The total number of female offspring that we expect an average female to produce over the course of her life.

Question 42

What is the generation time (T)?

Answer 42

The average time between the birth of an individual and the birth of its offspring.

Question 43

Differentiate between cohort and static life tables.

Answer 43

Cohort - A life table that follows a group of individuals born at the same time from birth to the death of the last individual. Does not work well for highly mobile species or those with long life spans.
Static - life table that quantifies the survival and fecundity of all individuals in a population during a single time interval.
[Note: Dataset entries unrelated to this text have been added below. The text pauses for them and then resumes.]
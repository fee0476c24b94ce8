import type { ZodType } from 'zod';
import type { ApiError } from '#shared/api/errors';

/** A failed API call, carrying the server's error shape. */
export class ApiFailure extends Error {
  constructor(
    readonly status: number,
    readonly body: ApiError,
  ) {
    super(body.message);
  }
  get fieldErrors(): Record<string, string[]> {
    return this.body.fieldErrors ?? {};
  }
}

const readCookie = (name: string): string | undefined =>
  document.cookie
    .split('; ')
    .find((c) => c.startsWith(`${name}=`))
    ?.slice(name.length + 1);

interface Options<T> {
  method?: 'GET' | 'POST' | 'PATCH' | 'PUT' | 'DELETE';
  body?: unknown;
  schema?: ZodType<T>;
  headers?: Record<string, string>;
}

/** Fetches JSON from the API; sends the CSRF token on writes; throws ApiFailure with the error shape. */
export async function api<T>(path: string, o: Options<T> = {}): Promise<T> {
  const method = o.method ?? 'GET';
  const headers: Record<string, string> = { Accept: 'application/json', ...o.headers };
  if (o.body !== undefined) headers['Content-Type'] = 'application/json';
  if (method !== 'GET') headers['X-CSRF-Token'] = readCookie('cw_csrf') ?? '';
  let res: Response;
  try {
    res = await fetch(`/api${path}`, { method, headers, body: o.body === undefined ? undefined : JSON.stringify(o.body), credentials: 'same-origin' });
  } catch {
    throw new ApiFailure(0, { code: 'offline', message: 'no connection to the server' });
  }
  if (res.status === 204) return undefined as T;
  const data: unknown = await res.json().catch(() => null);
  if (!res.ok) {
    const body = (data ?? { code: 'http_error', message: `the server answered ${res.status}` }) as ApiError;
    throw new ApiFailure(res.status, body);
  }
  return o.schema ? o.schema.parse(data) : (data as T);
}

/** Uploads a file as multipart form data, with the CSRF header; same error shape as `api`. */
export async function upload(path: string, field: string, file: Blob, filename: string): Promise<void> {
  const form = new FormData();
  form.append(field, file, filename);
  let res: Response;
  try {
    res = await fetch(`/api${path}`, { method: 'POST', body: form, headers: { 'X-CSRF-Token': readCookie('cw_csrf') ?? '' }, credentials: 'same-origin' });
  } catch {
    throw new ApiFailure(0, { code: 'offline', message: 'no connection to the server' });
  }
  if (!res.ok) {
    const body = ((await res.json().catch(() => null)) ?? { code: 'http_error', message: `the server answered ${res.status}` }) as ApiError;
    throw new ApiFailure(res.status, body);
  }
}

/** A random key for idempotent writes; works outside secure contexts too. */
export function newIdempotencyKey(): string {
  const b = crypto.getRandomValues(new Uint8Array(16));
  return Array.from(b, (x) => x.toString(16).padStart(2, '0')).join('');
}
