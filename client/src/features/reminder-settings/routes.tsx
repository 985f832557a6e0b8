import type { RouteObject } from 'react-router-dom';
import { RequireAccess } from '../auth/components/require-access';
import { ReminderSettingsPage } from './components/reminder-settings-page';

/** Routes of Settings → Reminders, as children of the signed-in shell route ('/') in app/router.tsx. */
export const reminderSettingsRoutes: RouteObject[] = [
  {
    path: 'settings/reminders',
    element: (
      <RequireAccess capability="reminderSettings">
        <ReminderSettingsPage />
      </RequireAccess>
    ),
  },
];
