/** An Idempotency-Key that another request already used (found on its unique key). */
class KeyUsed extends Error {}

function conflictMessage(conflicts: BookingConflict[], what: string): string {
  if (!conflicts.length) return `The time ${what}; find times again`;
  const parts = conflicts.map((c) => `visit ${c.visitIndex + 1}: ${c.resource} ${c.resourceId} is taken by appointment ${c.appointmentId}`);
  return `The time ${what} (${parts.join('; ')})`;
}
Can be used on highly mobile and species with long life spans.

Question 44

In the logistic growth model, what does a larger K value do?

Answer 44

Growth tends towards exponential

Question 45

In the logistic growth model, what does a smaller K value do?

Answer 45

Growth tends towards 0

Question 46

What happens as K approaches N in the logistic growth model?

Answer 46

Growth rate slows.

Question 47

What happens to a population when the n/k value is at 1?

Answer 47

growth stabilizes

Question 48

What is a flaw of the logistic growth model?

Answer 48

It cannot calculate extinction.

Question 49

Differentiate between deterministic and stochastic models.

Answer 49

Determinate - does not include random variation
Stochastic - include random variation in demographic and environmental variables.